Scalable Co-Design via Linear Design Problems: Compositional Theory and Algorithms

TL;DR

This paper introduces Linear Design Problems (LDPs) for scalable co-design, linking them to multi-objective linear programming and providing methods for compositional and monolithic computation of feasible system configurations.

Contribution

It defines LDPs as a new class of design problems that are closed under interconnections and can be solved exactly or approximated efficiently, advancing scalable co-design theory.

Findings

LDPs reduce to Multi-Objective Linear Programs (MOLPs).

Interconnections of linear components induce system-level LDPs.

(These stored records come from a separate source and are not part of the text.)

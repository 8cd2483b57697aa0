#include "client/commands.h"

#include <algorithm>
#include <cctype>
#include <ctime>
#include <filesystem>
#include <fstream>
#include <map>
#include <set>
#include <sstream>

#include "client/render.h"
#include "client/report_fetch.h"
#include "proto/sha256.h"
#include "client/stats.h"
#include "configs/reader/spec.h"
#include "configs/reader/suggest.h"
#include "configs/reader/sweep.h"

namespace graft::client {
namespace {

using json = nlohmann::ordered_json;
namespace fs = std::filesystem;

// What `fetch` downloads: every job's files, then those of the spec's scan: and das: blocks.
const std::vector<std::string> kArtifacts = {"weights.pt", "metrics.jsonl", "result.json", "spec.yaml",
                                             "failures.jsonl", "checkpoint.pt"};
const std::vector<std::string> kScanArtifacts = {"scan.json", "scan.tsv", "scan.svg"};
const std::vector<std::string> kDasArtifacts = {"das.json", "rotation.pt"};

// Whether a resolved spec has `key:` at its top level (ResolvedSpecYaml writes scan: and das:
// only when the config had them).
bool HasTopLevelKey(const std::string& spec_yaml, const std::string& key) {
  const std::string line = key + ":";
  return spec_yaml.rfind(line, 0) == 0 || spec_yaml.find("\n" + line) != std::string::npos;
}

// Reports a failed call and returns its exit code.
int Report(const grpc::Status& s, const std::string& what, Io& io) {
  switch (s.error_code()) {
    case grpc::StatusCode::UNAVAILABLE:
      if (IsTlsProblem(s)) {
        io.err << "graft: cannot connect to graftd at " << io.server << ": " << s.error_message()
               << "\n  TLS settings come from --ca-file, --cert, --key, --tls-server-name, GRAFT_CA_FILE, "
                  "GRAFT_CERT_FILE, GRAFT_KEY_FILE, GRAFT_TLS_SERVER_NAME or the client config\n";
        return kExitUnreachable;
      }
      io.err << "graft: cannot reach graftd at " << io.server << ": " << s.error_message()
             << "\n  is graftd running there? the address comes from --server, GRAFT_SERVER or the client config\n";
      return kExitUnreachable;
    case grpc::StatusCode::UNAUTHENTICATED:
      io.err << "graft: graftd at " << io.server << " refused the token: " << s.error_message()
             << "\n  check --token, --token-file, GRAFT_TOKEN or the client config\n";
      return kExitUnreachable;
    case grpc::StatusCode::PERMISSION_DENIED:
      io.err << "graft: " << what << ": permission denied: " << s.error_message() << "\n";
      return kExitFailure;
    case grpc::StatusCode::NOT_FOUND:
      io.err << "graft: " << s.error_message() << "\n  `graft list` shows your jobs\n";
      return kExitFailure;
    case grpc::StatusCode::DEADLINE_EXCEEDED:
      io.err << "graft: " << what << ": graftd at " << io.server << " did not answer in time\n";
      return kExitUnreachable;
    default:
      io.err << "graft: " << what << ": " << s.error_message() << "\n";
      return kExitFailure;
  }
}

bool ReadFileText(const std::string& path, std::string* text, std::ostream& err) {
  std::ifstream in(path, std::ios::binary);
  if (!in) {
    err << "graft: cannot open '" << path << "'\n";
    return false;
  }
  std::ostringstream s;
  s << in.rdbuf();
  *text = s.str();
  return true;
}

bool SplitPair(const std::string& text, const char* flag, std::string* key, std::string* value, std::ostream& err) {
  const size_t eq = text.find('=');
  if (eq == std::string::npos || eq == 0) {
    err << "graft: " << flag << " '" << text << "': expected key=value\n";
    return false;
  }
  *key = text.substr(0, eq);
  *value = text.substr(eq + 1);
  return true;
}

Numerical studies validate the theoretical results.

Abstract

Designing complex engineered systems requires managing tightly coupled trade-offs between subsystem capabilities and resource requirements. Monotone co-design provides a compositional language for such problems, but its generality does not by itself reveal which problem classes admit exact and scalable computation. This paper isolates such a class by introducing Linear Design Problems (LDPs): design problems whose feasible functionality--resource relations are polyhedra over Euclidean posets. We show that queries on LDPs reduce exactly to Multi-Objective Linear Programs (MOLPs), thereby connecting monotone co-design semantics with polyhedral multiobjective optimization. We further prove that LDPs are closed under the fundamental co-design interconnections, implying that any interconnection of linear components induces a system-level LDP. To compute the resulting feasible sets, we develop two complementary constructions: a monolithic lifted formulation that preserves block-angular sparsity, and a compositional formulation that incrementally eliminates internal variables through polyhedral projection. Beyond the exact linear setting, we show that convex co-design resource queries admit arbitrarily accurate polyhedral outer approximations, with recession-cone error identically zero for standard nonnegative resource cones. Numerical studies on synthetic series-chain benchmarks, a gripper, and a rover co-design validate the theory.